La ville d'Olite (Islas Comodoras) ainsi que tous les chefs-lieux de comarques possèdent généralement un aéroport régional ou, au pire, un aérodrome.


<center>E) La voie maritime : les ports marchands, de plaisance et de transport - La vía marítima : los puertos comerciales, de recreo y de transporte</center>


<center>http://img54.xooimage.com/files/c/c/3/1917-75k-27186bf.jpg
Vue d'un ensemble de grues et de conteneurs situés dans la zone industrialoportuaire du port marchand d'Hispalis, dont les travaux d'agrandissement, de rénovation et de modernisation ont été achevés en novembre 2014</center>


Le Royaume Canoviste de Numancia, puissance thalassocratique constituée d'un bloc continental et de deux archipels, a toujours accordée une grande importance à ses ports, points d'échange, de départ ou d'arrivée essentiels.
Les chantiers navals ("astilleros") sont nombreux dans le pays, qui est l'un des principaux fabricants de navires au monde, et les ports marchands sont capitaux dans l'économie du pays. Deuxième producteur et premier exportateur de matières agricoles, important exportateur de trains, d'avions, de voitures, de produits usinés, de machines-outils, de textile, de produits de haute technologie ou informatiques, le Numancia peut compter sur les ports marchands d'Olite, d'Emerita Augusta, de Filipina, de Puerto Real, de Las Palmas, de Santander et surtout celui d'Hispalis, premier port à conteneurs au monde avec 29,05 millions d'équivalent vingt pieds par an.

Les ports de transport, appréciés pour les croisières qu'ils proposent, ainsi que les ports de plaisance, sont très répandus, surtout sur les littoraux touristiques. Ceux de Filipina, Nicolasol, Hispalis, Olite et Puerto Real sont particulièrement réputés et la capitale de la Province d'Astur est connue pour son célèbre Pavillon du Vicaskaran, lieu de départ de nombreuses courses de catamarans et trimarans.

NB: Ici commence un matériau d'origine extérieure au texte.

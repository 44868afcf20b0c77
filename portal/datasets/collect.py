"""Removing blobs no version refers to, and staging files no live upload owns.

A crash between storing blobs and committing a version leaves unreferenced blobs; a broken-off
browser upload leaves staging files. Both are removed once older than a grace period, so work
in progress is never touched.
"""

import time
from pathlib import Path

from django.apps import apps
from django.conf import settings

from portal.datasets.models import Upload, UploadState

#: Every model field that holds a blob's sha256. Add new ones here.
BLOB_REFERENCES = [
    ("datasets.VersionFile", "sha256"),
    ("features.RecordingFeatures", "table_sha256"),
    ("features.FeatureSet", "table_sha256"),
    ("features.FeatureSet", "sidecar_sha256"),
    ("training.ModelRelease", "model_sha256"),
    ("training.ModelRelease", "card_sha256"),
    ("training.ModelRelease", "spec_sha256"),
]


def referenced_blobs():
    found = set()
    for label, field in BLOB_REFERENCES:
        found.update(apps.get_model(label).objects.values_list(field, flat=True).distinct())
    return found


def collect(*, older_than_s=3600.0, dry_run=False):
    """Remove unreferenced blobs and orphaned staging files older than ``older_than_s``."""
    cutoff = time.time() - older_than_s
    keep = referenced_blobs()
    removed_blobs, freed = [], 0
    root = Path(settings.BLOB_ROOT)
    for path in root.glob("??/??/*") if root.exists() else []:
        if path.name in keep or path.stat().st_mtime > cutoff:
            continue
        freed += path.stat().st_size
        removed_blobs.append(path.name)
        if not dry_run:
            path.unlink()
    live = set(Upload.objects.filter(state__in=[
        UploadState.RECEIVING, UploadState.QUEUED, UploadState.VALIDATING,
    ]).values_list("staging_name", flat=True))
    removed_staging = []
    staging = Path(settings.STAGING_ROOT)
    for path in staging.glob("upload-*") if staging.exists() else []:
        if path.name in live or path.stat().st_mtime > cutoff:
            continue
        freed += path.stat().st_size
        removed_staging.append(path.name)
        if not dry_run:
            path.unlink()
    return {"blobs": removed_blobs, "staging": removed_staging, "bytes": freed}
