@pytest.fixture
def quick_passwords(settings):
    """Nobody here logs in with a password: the fast hasher saves ~0.5 s per person made."""
    settings.PASSWORD_HASHERS = ["django.contrib.auth.hashers.MD5PasswordHasher"]


@pytest.fixture
def world(quick_passwords, consortium):
    """a1 and a2 in study A, b1 in study B, each with one of every object."""
    data = {}
    for key in ("a1", "a2", "b1"):
        site = consortium["sites"][key]
        data[key] = objects.fill(site, site.studies.get(), owner=None, label=f"data-{key}")
    return {"people": consortium["people"], "data": data, "sites": consortium["sites"]}


def bearer(user, **kwargs):
    _, raw = ApiToken.issue(user, "script", **kwargs)
    return {"HTTP_AUTHORIZATION": f"Bearer {raw}"}


def get(client, name, auth, *args, query=""):
    return client.get(reverse(f"api:{name}", args=args) + query, **auth)


def ids(response):
    assert response.status_code == 200, response.content[:300]
    return [row.get("id", row.get("slug")) for row in response.json()["results"]]


def error(response, status, field=None):
    assert response.status_code == status, response.content[:300]
    body = response.json()
    assert set(body) >= {"error", "field", "status", "code"} and body["status"] == status
    assert body["error"].strip()
    if field is not None:
        assert body["field"] == field, body
    return body


def streamed(response):
    assert response.status_code == 200, getattr(response, "content", b"")[:300]
    content = b"".join(response.streaming_content) if response.streaming else response.content
    return content


# --- what a token sees -----------------------------------------------------------------------

LISTS = ("versions", "quality_rounds", "feature_sets", "training_runs", "releases")


def test_an_analyst_lists_only_their_site_in_their_study(client, world):
    """analyst_a1 holds a role at a1 in study A: a2 (same study) and b1 (study B) are hidden,
    as on the web pages."""
    auth = bearer(world["people"]["analyst_a1"])
    a1 = world["data"]["a1"]
    expected = {"versions": [a1["version_id"]], "quality_rounds": [a1["round_id"]],
                "feature_sets": [a1["set_id"]], "training_runs": [a1["training_id"]],
                "releases": [a1["release_id"]]}
    for name in LISTS:
        assert ids(get(client, name, auth)) == expected[name], name
    assert ids(get(client, "studies", auth)) == ["study-a"]
    assert get(client, "studies", auth).json()["results"][0]["sites"] == ["a1"]
    assert ids(get(client, "sites", auth)) == ["a1"]
    # the study lead of A sees both sites of A, never B
    lead = bearer(world["people"]["lead_a"])
    assert sorted(ids(get(client, "versions", lead))) == sorted(
        [world["data"]["a1"]["version_id"], world["data"]["a2"]["version_id"]])
    assert ids(get(client, "sites", lead)) == ["a2", "a1"]


def test_objects_of_another_site_or_study_are_404_like_the_web(client, world):
    auth = bearer(world["people"]["analyst_a1"])
    for key in ("a2", "b1"):
        d = world["data"][key]
        for name, args in (("version", [d["version_id"]]),
                           ("version_download", [d["version_id"]]),
                           ("quality_round", [d["round_id"]]),
                           ("quality_results", [d["round_id"]]),
                           ("quality_derivative", [d["round_id"]]),
                           ("quality_result", [d["run_id"]]),
                           ("feature_set", [d["set_id"]]),
                           ("feature_set_download", [d["set_id"]]),
                           ("training_run_detail", [d["training_id"]]),
                           ("release", [d["release_id"]]),
                           ("release_download", [d["release_id"], "model"])):
            error(get(client, name, auth, *args), 404)
    client.force_login(world["people"]["analyst_a1"])  # the web page answers the same
    assert client.get(reverse("datasets:version", args=[world["data"]["a2"]["version_id"]])
                      ).status_code == 404


def test_an_unapproved_release_is_the_study_leads_only(client, world):
    """As on the sites' release pages (portal/training/access.py): a pending release is
    listed and downloadable for the study's lead, not for the site's analyst."""
    from portal.training.models import ModelRelease

    release = ModelRelease.objects.get(pk=world["data"]["a1"]["release_id"])
    release.state = "pending"
    release.save(update_fields=["state"])
    analyst = bearer(world["people"]["analyst_a1"])
    assert ids(get(client, "releases", analyst)) == []
    error(get(client, "release", analyst, release.pk), 404)
    error(get(client, "release_download", analyst, release.pk, "model"), 404)
    lead = bearer(world["people"]["lead_a"])
    assert release.pk in ids(get(client, "releases", lead))
    body = streamed(get(client, "release_download", lead, release.pk, "model"))
    assert hashlib.sha256(body).hexdigest() == release.model_sha256


# --- pages -----------------------------------------------------------------------------------

def more_versions(site, study, count):
    out = []
    for _ in range(count):
        number = DatasetVersion.objects.filter(site=site, study=study).count() + 1
        upload = Upload.objects.create(site=site, study=study, source="test",
                                       label=f"v{number}.zip", state="accepted")
        out.append(DatasetVersion.objects.create(site=site, study=study, number=number,
                                                 upload=upload,
                                                 manifest_sha256=f"{number:064x}").pk)
    return out


def walk(client, auth, query, site, study):
    url = reverse("api:versions") + query
    seen, pages = [], 0
    while url:
        response = client.get(url, **auth)
        seen += ids(response)
        url = response.json()["next"]
        pages += 1
        if pages == 1:
            # written meanwhile: a newer object never enters a walk already begun
            more_versions(site, study, 1)
    return seen, pages


def test_cursor_pages_are_stable_and_complete(client, world):
    site = world["sites"]["a1"]
    study = site.studies.get()
    made = more_versions(site, study, 6)
    auth = bearer(world["people"]["analyst_a1"])
    before = sorted([world["data"]["a1"]["version_id"], *made], reverse=True)
    seen, pages = walk(client, auth, "?limit=2", site, study)
    assert seen == before and pages == 4  # 7 versions, 2 a page, newest first, none twice
    first = get(client, "versions", auth, query="?limit=3").json()
    assert len(first["results"]) == 3 and first["limit"] == 3
    assert first["next"].startswith("/api/v1/versions/?")  # a path on the same server
    assert "cursor=" in first["next"] and "limit=3" in first["next"]


def test_limit_bounds_and_bad_cursors_answer_the_one_error_shape(client, world):
    auth = bearer(world["people"]["analyst_a1"])
    assert get(client, "versions", auth, query=f"?limit={MAX_LIMIT}").status_code == 200
    for bad in (MAX_LIMIT + 1, 0, -1, "ten"):
        body = error(get(client, "versions", auth, query=f"?limit={bad}"), 400, "limit")
        assert str(MAX_LIMIT) in body["error"]
    error(get(client, "versions", auth, query="?cursor=not-a-cursor"), 400, "cursor")
    forged = make_cursor("versions", 5)[:-2] + "xx"
    error(get(client, "versions", auth, query=f"?cursor={forged}"), 400, "cursor")
    elsewhere = make_cursor("releases", 10**6)
    body = error(get(client, "versions", auth, query=f"?cursor={elsewhere}"), 400, "cursor")
    assert "next" in body["error"]


def test_filters(client, world):
    lead = bearer(world["people"]["lead_a"])
    a1, a2 = world["data"]["a1"], world["data"]["a2"]
    assert ids(get(client, "versions", lead, query="?site=a2")) == [a2["version_id"]]
    assert ids(get(client, "versions", lead, query="?study=study-b")) == []  # not seen
    assert ids(get(client, "feature_sets", lead, query="?site=a1&state=done")) == [a1["set_id"]]
    assert ids(get(client, "feature_sets", lead, query="?state=failed")) == []
    assert ids(get(client, "releases", lead, query="?site=a2")) == [a2["release_id"]]
    assert ids(get(client, "quality_rounds", lead,
                   query=f"?version={a1['version_id']}")) == [a1["round_id"]]
    assert ids(get(client, "sites", lead, query="?study=study-b")) == []
    tomorrow = (timezone.now() + datetime.timedelta(days=1)).date().isoformat()
    assert ids(get(client, "training_runs", lead, query=f"?created_after={tomorrow}")) == []
    assert len(ids(get(client, "training_runs", lead,
                       query=f"?created_before={tomorrow}"))) == 2
    results = get(client, "quality_results", lead, a1["round_id"], query="?state=pass")
    assert ids(results) == [a1["run_id"]]
    assert ids(get(client, "quality_results", lead, a1["round_id"], query="?state=fail")) == []
    error(get(client, "versions", lead, query="?created_after=yesterday"), 400,
          "created_after")
    # an offset PostgreSQL does not take is read as the same moment in UTC (found by
    # schemathesis on PostgreSQL); the first moment with an offset is out of range
    offset = get(client, "versions", lead, query="?created_before=2001-06-26T02:34:44%2B17:15")
    assert ids(offset) == []
    error(get(client, "versions", lead, query="?created_after=0001-01-01T00:00:00%2B01:00"),
          400, "created_after")
    error(get(client, "releases", lead, query="?state=lost"), 400, "state")
    error(get(client, "versions", lead, query="?stdy=study-a"), 400, "stdy")
    error(get(client, "versions", lead, query="?site=a%00b"), 400, "site")


# --- details and downloads -------------------------------------------------------------------

def test_details_carry_the_summaries(client, world):
    auth = bearer(world["people"]["analyst_a1"])
    d = world["data"]["a1"]
    version = get(client, "version", auth, d["version_id"]).json()
    files = VersionFile.objects.filter(version_id=d["version_id"])
    assert version["manifest"]["n_files"] == DatasetVersion.objects.get(
        pk=d["version_id"]).n_files
    assert version["manifest"]["tasks"] == ["rest"] and version["quality_rounds"] == [
        d["round_id"]]
    assert "not a medical device" in version["research_use"] and files.exists()
    result = get(client, "quality_result", auth, d["run_id"]).json()
    assert result["verdict"] == "pass" and result["channels"]["Cz"]["status"] == "good"
    assert result["recordings"][0]["version"] == d["version_id"]
    release = get(client, "release", auth, d["release_id"]).json()
    assert release["sites"] == ["a1"] and release["state"] == "approved"
    run = get(client, "training_run_detail", auth, d["training_id"]).json()
    assert run["releases"] == [d["release_id"]] and run["feature_set"] == d["set_id"]


def test_downloads_stream_the_stored_bytes(client, world):
    from portal.features.models import FeatureSet
    from portal.training.models import ModelRelease

    user = world["people"]["analyst_a1"]
    auth = bearer(user)
    d = world["data"]["a1"]
    response = get(client, "version_download", auth, d["version_id"])
    assert "Research use only" in response["Cairn-Research-Use"]
    archive = zipfile.ZipFile(io.BytesIO(streamed(response)))
    stored = {f.path: f.sha256 for f in VersionFile.objects.filter(version_id=d["version_id"])}
    got = {name.split("/", 1)[1]: hashlib.sha256(archive.read(name)).hexdigest()
           for name in archive.namelist()}
    assert got == stored and stored
    table = streamed(get(client, "feature_set_download", auth, d["set_id"]))
    assert hashlib.sha256(table).hexdigest() == FeatureSet.objects.get(
        pk=d["set_id"]).table_sha256
    release = ModelRelease.objects.get(pk=d["release_id"])
    for part, field in (("model", "model_sha256"), ("card", "card_sha256")):
        body = streamed(get(client, "release_download", auth, release.pk, part,
                            query="?site=a1"))
        assert hashlib.sha256(body).hexdigest() == getattr(release, field), part
    derivative = zipfile.ZipFile(io.BytesIO(streamed(
        get(client, "quality_derivative", auth, d["round_id"]))))
    assert any(n.endswith("dataset_description.json") for n in derivative.namelist())
    # each download is in the audit trail as the token's
    events = Event.objects.filter(verb="download", actor=user)
    assert events.count() == 5 and {e.actor_kind for e in events} == {"token"}


# --- tokens: expiry and read-only ------------------------------------------------------------
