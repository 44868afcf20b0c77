"""Uploads (web form), their reports, dataset versions and downloads."""

import csv
import datetime
import io
from pathlib import Path

from django.contrib import messages
from django.core.exceptions import PermissionDenied
from django.core.paginator import Paginator
from django.http import (
    FileResponse,
    Http404,
    HttpResponse,
    JsonResponse,
)
from django.shortcuts import get_object_or_404, redirect, render
from django.urls import reverse
from django.views.decorators.csrf import csrf_exempt
from django.views.decorators.http import require_POST

from portal.accounts.permissions import Action, access, get_visible_site, require
from portal.audit.events import record
from portal.datasets import blobs
from portal.datasets.access import (
    may_download_version,
    may_upload,
    upload_studies,
    visible_upload,
    visible_version,
)
from portal.datasets.downloads import version_zip
from portal.datasets.forms import UploadForm
from portal.datasets.models import DatasetVersion, Upload, UploadState, VersionFile
from portal.datasets.services import (
    UploadError,
    cancel_held,
    confirm_removals,
    pack_staged_files,
    pending_removals,
    removal_words,
    restore_version,
    safe_relative_path,
    submit_staged,
    upload_job,
    warning_report,
)
from portal.datasets.uploadhandler import StagingUploadHandler, csrf_refusal
from portal.spreadsheet import safe_row


@access("checked")
def upload_detail(request, upload_id):
    return render(request, "datasets/upload.html", _upload_context(request.user, upload_id))


@access("checked")
def upload_status(request, upload_id):
    """The upload's state and validation progress alone (HTML for htmx), polled until the
    upload is accepted or rejected."""
    return render(request, "datasets/_upload_status.html",
                  _upload_context(request.user, upload_id))


#: The report's columns, one row per problem or warning (CSV).
REPORT_COLUMNS = ("upload", "severity", "path", "line", "field", "message", "code")


def report_of(upload):
    """The upload's report as one JSON-ready object: state, what was sent, its problems (the
    upload is refused) and warnings, times in ISO 8601 UTC."""
    def utc(moment):
        return moment.astimezone(datetime.UTC).isoformat() if moment else None

    version = getattr(upload, "version", None) if upload.state == UploadState.ACCEPTED else None
    return {
        "upload": upload.pk, "site": upload.site.slug, "study": upload.study.slug,
        "mode": upload.mode, "state": upload.state, "label": upload.label,
        "archive_sha256": upload.archive_sha256, "archive_bytes": upload.archive_bytes,
        "received_at": utc(upload.created_at), "finished_at": utc(upload.finished_at),
        "dataset_version": version.number if version else None,
        "failure": upload.failure or None,
        "errors": upload.errors, "warnings": upload.warnings,
    }


@access("checked")
def upload_report(request, upload_id, fmt):
    """The upload's report as a file (report.json or report.csv), for the same people as the
    upload page; the CSV's text cells are made inert for spreadsheets."""
    upload = visible_upload(request.user, upload_id)
    if fmt not in ("json", "csv"):
        raise Http404("the report is offered as report.json or report.csv")
    report = report_of(upload)
    name = f"upload-{upload.pk}-report.{fmt}"
    if fmt == "json":
        response = JsonResponse(report, json_dumps_params={"indent": 1})
    else:
        out = io.StringIO()
        writer = csv.writer(out)
        writer.writerow(REPORT_COLUMNS)
        for severity, items in (("error", upload.errors), ("warning", upload.warnings)):
            for item in items:
                writer.writerow(safe_row([upload.pk, severity, item.get("path", ""),
                                          item.get("line") or "", item.get("field") or "",
                                          item.get("message", ""), item.get("code") or ""]))
        response = HttpResponse(out.getvalue(), content_type="text/csv; charset=utf-8")
    response["Content-Disposition"] = f'attachment; filename="{name}"'
    return response


def _upload_context(user, upload_id):
    upload = visible_upload(user, upload_id)
    version = getattr(upload, "version", None) if upload.state == UploadState.ACCEPTED else None
    held = upload.state == UploadState.HELD
    groups, untouched = warning_report(upload.warnings)
    return {"upload": upload, "job": upload_job(upload), "version": version,
            "removals": upload.pending_removals if held else None,
            "removal_words": removal_words(upload.pending_removals) if held else "",
            "may_confirm": held and may_upload(user, upload.site, upload.study),
            "warning_groups": groups, "untouched_warnings": untouched,
            "may_resend": may_upload(user, upload.site, upload.study)}


@access("checked")
@require_POST
def upload_confirm(request, upload_id):
    """The sender's yes to the removals a held upload would make: it is checked again and
    becomes a version."""
    upload = visible_upload(request.user, upload_id)
    require(request.user, Action.UPLOAD, site=upload.site, study=upload.study)
    try:
        confirm_removals(upload.pk, user=request.user)
    except UploadError as exc:
        messages.error(request, str(exc))
    return redirect("datasets:upload", upload.pk)


@access("checked")
@require_POST
def upload_cancel(request, upload_id):
    """The sender's no: the held upload ends rejected and nothing stored changes."""
    upload = visible_upload(request.user, upload_id)
    require(request.user, Action.UPLOAD, site=upload.site, study=upload.study)
    try:
        cancel_held(upload.pk, user=request.user)
    except UploadError as exc:
        messages.error(request, str(exc))
    return redirect("datasets:upload", upload.pk)


@access("checked")
@csrf_exempt
def upload_new(request, site_slug):
    """The web upload: one archive, or the files of a dataset folder, streamed to staging."""
    site = get_visible_site(request.user, site_slug)
    if not upload_studies(request.user, site).exists():
        raise PermissionDenied(f"you may not upload for {site.slug}")
    if request.method == "POST":
        # Log-in, permission and CSRF are checked before the body is read: reading it writes
        # the files to staging through our handler.
        refusal = csrf_refusal(request)
        if refusal is not None:
            if request.headers.get("Accept", "").startswith("application/json"):
                return JsonResponse({"error": "the form's security token is missing or "
                                     "expired; reload the upload page and send again",
                                     "field": "csrf"}, status=403)
            return refusal
        request.upload_handlers = [StagingUploadHandler(request)]
        return _receive(request, site)
    studies = upload_studies(request.user, site)
    # "Send a corrected dataset" from an upload's report arrives with its study and mode.
    initial = {key: request.GET[key] for key in ("study", "mode") if request.GET.get(key)}
    corrects = None
    if request.GET.get("corrects", "").isdigit():
        corrects = (Upload.objects.filter(pk=int(request.GET["corrects"]), site=site,
                                          study__in=studies).first())
    return render(request, "datasets/upload_new.html", {
        "site": site, "form": UploadForm(studies=studies, initial=initial),
        "corrects": corrects,
    })


def _staged_of(request):
    return [f for key in ("archive", "files") for f in request.FILES.getlist(key)]


def _receive(request, site):
    studies = upload_studies(request.user, site)
    form = UploadForm(request.POST, studies=studies)
    staged = _staged_of(request)
    wants_json = request.headers.get("Accept", "").startswith("application/json")
    try:
        if not form.is_valid():
            raise UploadError("choose the study and what the files are", field="study")
        study = studies.get(slug=form.cleaned_data["study"])
        archives, files = request.FILES.getlist("archive"), request.FILES.getlist("files")
        if bool(archives) == bool(files):
            raise UploadError("send either one archive (.zip, .tar, .tar.gz) or the files of "
                              "a dataset folder", field="files")
        if archives:
            if len(archives) > 1:
                raise UploadError("send one archive at a time", field="archive")
            item = archives[0]
            upload = submit_staged(
                item.staged_path, label=item.name, sha256=item.sha256, size=item.size,
                site=site, study=study, user=request.user, mode=form.cleaned_data["mode"],
                via="web",
            )
        else:
            paths = request.POST.getlist("paths") or [f.name for f in files]
            if len(paths) != len(files):
                raise UploadError(f"{len(files)} files but {len(paths)} paths were sent",
                                  field="paths")
            pieces = [(safe_relative_path(p), f.staged_path) for p, f in zip(paths, files,
                                                                             strict=True)]
            target, sha256, size = pack_staged_files(pieces)
            top = {piece[0].parts[0] for piece in pieces}
            label = top.pop() if len(top) == 1 and len(pieces) > 1 else f"{len(pieces)} files"
            upload = submit_staged(
                target, label=label, sha256=sha256, size=size, site=site, study=study,
                user=request.user, mode=form.cleaned_data["mode"], via="web",
            )
    except UploadError as exc:
        for item in staged:
            Path(item.staged_path).unlink(missing_ok=True)
        if wants_json:
            return JsonResponse({"error": str(exc), "field": exc.field}, status=400)
        return render(request, "datasets/upload_new.html", {
            "site": site, "form": form, "error": str(exc),
        }, status=400)
    url = reverse("datasets:upload", args=[upload.pk])
    if wants_json:
        return JsonResponse({"upload": upload.pk, "url": url}, status=201)
    return redirect(url)


@access("checked")
def version_detail(request, version_id):
    version = visible_version(request.user, version_id)
    recordings = Paginator(
        version.recordings.select_related("participant").prefetch_related("blocks"), 50
    ).get_page(request.GET.get("page"))
    return render(request, "datasets/version.html", {
        "version": version, "recordings": recordings,
        "participants": version.recordings.values("participant__label").distinct().count(),
        "files": version.files.all()[:200],
        "may_download": may_download_version(request.user, version),
        "may_restore": may_upload(request.user, version.site, version.study),
        "is_latest": not DatasetVersion.objects.filter(
            site=version.site_id, study=version.study_id, number__gt=version.number).exists(),
    })


def _restore_preview(version):
    """(latest version, its diff to ``version``'s files, what restoring would remove)."""
    from portal.datasets.jobs import _diff

    latest = (DatasetVersion.objects.filter(site=version.site_id, study=version.study_id)
              .order_by("-number").first())
    if latest.pk == version.pk:
        return latest, None, None
    files = {f.path: (f.sha256, f.bytes) for f in version.files.all()}
    diff = _diff({f.path: (f.sha256, f.bytes) for f in latest.files.all()}, files)
    people = set(version.recordings.values_list("participant__label", flat=True))
    return latest, diff, pending_removals(latest, files, people)


@access("checked")
def version_restore(request, version_id):
    """Make an earlier version the latest again, as a new version: the page shows what would
    be added, changed and removed against the latest, and asks for a yes."""
    version = visible_version(request.user, version_id)
    require(request.user, Action.UPLOAD, site=version.site, study=version.study)
    latest, diff, removals = _restore_preview(version)
    error = ""
    if request.method == "POST":
        try:
            restored = restore_version(version, user=request.user,
                                       allow_removals=request.POST.get("allow_removals") == "1")
        except UploadError as exc:
            error = str(exc)
        else:
            messages.success(request, f"Version {restored.number} restores version "
                                      f"{version.number}.")
            return redirect("datasets:version", restored.pk)
    return render(request, "datasets/restore.html", {
        "version": version, "latest": latest, "diff": diff, "removals": removals,
        "removal_words": removal_words(removals) if removals else "", "error": error,
    }, status=400 if error else 200)


@access("checked")
def download_file(request, version_id, file_id):
    version = visible_version(request.user, version_id)
    require(request.user, Action.DOWNLOAD, site=version.site, study=version.study)
    item = get_object_or_404(VersionFile, pk=file_id, version=version)
    record("download", actor=request.user, token=getattr(request, "api_token", None),
           site=version.site, study=version.study, target=item,
           summary=f"downloaded {item.path} of {version}",
           outputs=[{"path": item.path, "sha256": item.sha256, "bytes": item.bytes}])
    return FileResponse(blobs.open_blob(item.sha256), as_attachment=True,
                        filename=item.path.rsplit("/", 1)[-1])


@access("checked")
def download_version(request, version_id):
    return version_zip(request, version_id)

<center>F) La dernière frontière : le Numancia dans l'espace - La última frontera : Numancia en el espacio</center>


<center>http://img54.xooimage.com/files/e/7/8/images-27186ee.jpg
Le Musée de l'Histoire Spatiale de Palaciosrubios, dans la banlieue de Nicolasol</center>


Le Royaume Canoviste de Numancia abritera dans quelques années un cosmodrome commun avec la République Social-Chrétienne de Rostovie, pas de tir pour des navettes spatiales que le gouvernement numancien nomme "Base Isabel I". Financé à 60% par Hispalis, il restera une propriété exclusivement rostove, qui loue le terrain qu'il occupe gratuitement, mais pourra être librement exploité par le Numancia, qui développe actuellement un programme spatial fondé sur deux axes : l'envoi d'un premier Numancien sur la lune et la mise en orbite de satellites de télécommunication et d'observation nommés Hispasat.
Il sera situé dans une zone assez proche de l'équateur, dans la localité de Priaranza del Bierzo, sur l'Isla del Perejil (Islas Comodoras).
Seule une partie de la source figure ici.